== SUPPLIED MATERIAL
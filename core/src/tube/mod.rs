//! Floor 4: what the tube does with the shock.
mod bifurcation;
mod boundary_layer;
mod event;
mod input;
mod load;
mod test_time;
mod viscosity;
mod wave_diagram;
mod waves;
pub use bifurcation::{Bifurcation, BifurcationBand, BifurcationError, Verdict, bifurcation_band};
pub use boundary_layer::{BoundaryLayer, Separation, TestTimeBand, laminar_separation, turbulent_separation};
pub use event::{Event, Wave, WaveName};
pub use input::{TubeInput, TubeInputError};
pub use load::{EndLoad, RatingCheck, StoredEnergy, check_rating, end_load, stored_energy};
pub use test_time::{Limit, TestTime};
pub use viscosity::{LennardJones, ViscosityError, collision_integral, lennard_jones, mixture_viscosity, wilke};
pub use wave_diagram::WaveDiagram;
pub use waves::{ContactReturn, Lengths, Tube, TubeSpeeds};
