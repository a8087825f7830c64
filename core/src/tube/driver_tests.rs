extern crate std;

use super::*;
use crate::gas::species::{named, table};
use crate::gas::{Fill, HeatCapacityModel, HeatCapacityRatio, molar_gas_constant};
use crate::shock::{Incident, ThermalFill};
use crate::tube::pure_gases::{argon, exact, gas, helium, hydrogen, nitrogen, pure};
use crate::tube::{Contact, Unproven};

fn fill(gas: Gas) -> Fill {
    Fill::new(gas, 10e3, 295.0).unwrap()
}

/// An enclosure of 2 ulp at most that holds a number of twenty digits, to one more rounding.
fn holds(bounds: Enclosure, value: f64) -> bool {
    bounds.is_proven() && bounds.width_in_ulp() <= 2 && bounds.low().next_down() <= value && value <= bounds.high().next_up()
}

/// Computed from the same relations (Alpher and White with both Mach numbers as unknowns) in 40-digit arithmetic, outside this code.
#[test]
fn pressure_ratios_of_an_independent_calculation() {
    for (driver, temperature, test_gas, mach, area, ratio) in [
        (helium(), 295.0, nitrogen(), "2", "1", 9.811_415_342_931_778),
        (helium(), 295.0, argon(), "2", "1", 8.934_651_331_701_806),
        (helium(), 295.0, nitrogen(), "2", "2.25", 7.082_796_232_546_701),
        (helium(), 295.0, nitrogen(), "4", "2.25", 100.205_078_282_061_42),
        (hydrogen(), 300.0, argon(), "1.5", "4", 2.743_394_394_700_443),
        (hydrogen(), 300.0, argon(), "9", "1", 1_566.729_748_436_394_8),
    ] {
        let fill = fill(test_gas);
        let driver = Driver::new(driver, temperature).unwrap().with_area_ratio(exact(area)).unwrap();
        let drive = driver.for_shock(&TestGas::from(&fill).behind(Entry::Mach, exact(mach)).unwrap()).unwrap();
        assert!(holds(drive.pressure_ratio, ratio), "{mach} {area} {:?} {ratio}", drive.pressure_ratio);
        assert_eq!(drive.is_sonic, drive.mach_3.low() > 1.0);
        for bounds in [drive.pressure, drive.state_3.temperature, drive.state_3.density, drive.state_3.sound_speed, drive.mach_3] {
            assert!(bounds.width_in_ulp() <= 2, "{bounds:?}");
        }
    }
}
====
PROBLEM:
Using the listing above, retype each line exactly.

RESPONSE TO THE EXERCISE:
filename core/src/tube/mod.rs
//! Floor 4: what the tube does with the shock.
mod bifurcation;
mod boundary_layer;
mod event;
mod input;
mod load;
mod test_time;
mod viscosity;
mod wave_diagram;
mod waves;
pub use bifurcation::{Bifurcation, BifurcationBand, BifurcationError, Verdict, bifurcation_band};
pub use boundary_layer::{BoundaryLayer, Separation, TestTimeBand, laminar_separation, turbulent_separation};
pub use event::{Event, Wave, WaveName};
pub use input::{TubeInput, TubeInputError};
pub use load::{EndLoad, RatingCheck, StoredEnergy, check_rating, end_load, stored_energy};
pub use test_time::{Limit, TestTime};
pub use viscosity::{LennardJones, ViscosityError, collision_integral, lennard_jones, mixture_viscosity, wilke};
pub use wave_diagram::WaveDiagram;
pub use waves::{ContactReturn, Lengths, Tube, TubeSpeeds};
repository a8087825f7830c64
filename core/src/tube/driver_tests.rs
extern crate std;

use super::*;
use crate::gas::species::{named, table};
use crate::gas::{Fill, HeatCapacityModel, HeatCapacityRatio, molar_gas_constant};
use crate::shock::{Incident, ThermalFill};
use crate::tube::pure_gases::{argon, exact, gas, helium, hydrogen, nitrogen, pure};
use crate::tube::{Contact, Unproven};

fn fill(gas: Gas) -> Fill {
    Fill::new(gas, 10e3, 295.0).unwrap()
}

/// An enclosure of 2 ulp at most that holds a number of twenty digits, to one more rounding.
fn holds(bounds: Enclosure, value: f64) -> bool {
    bounds.is_proven() && bounds.width_in_ulp() <= 2 && bounds.low().next_down() <= value && value <= bounds.high().next_up()
}

/// Computed from the same relations (Alpher and White with both Mach numbers as unknowns) in 40-digit arithmetic, outside this code.
#[test]
fn pressure_ratios_of_an_independent_calculation() {
    for (driver, temperature, test_gas, mach, area, ratio) in [
        (helium(), 295.0, nitrogen(), "2", "1", 9.811_415_342_931_778),
        (helium(), 295.0, argon(), "2", "1", 8.934_651_331_701_806),
        (helium(), 295.0, nitrogen(), "2", "2.25", 7.082_796_232_546_701),
        (helium(), 295.0, nitrogen(), "4", "2.25", 100.205_078_282_061_42),
        (hydrogen(), 300.0, argon(), "1.5", "4", 2.743_394_394_700_443),
        (hydrogen(), 300.0, argon(), "9", "1", 1_566.729_748_436_394_8),
    ] {
        let fill = fill(test_gas);
        let driver = Driver::new(driver, temperature).unwrap().with_area_ratio(exact(area)).unwrap();
        let drive = driver.for_shock(&TestGas::from(&fill).behind(Entry::Mach, exact(mach)).unwrap()).unwrap();
        assert!(holds(drive.pressure_ratio, ratio), "{mach} {area} {:?} {ratio}", drive.pressure_ratio);
        assert_eq!(drive.is_sonic, drive.mach_3.low() > 1.0);
        for bounds in [drive.pressure, drive.state_3.temperature, drive.state_3.density, drive.state_3.sound_speed, drive.mach_3] {
            assert!(bounds.width_in_ulp() <= 2, "{bounds:?}");
        }
    }
}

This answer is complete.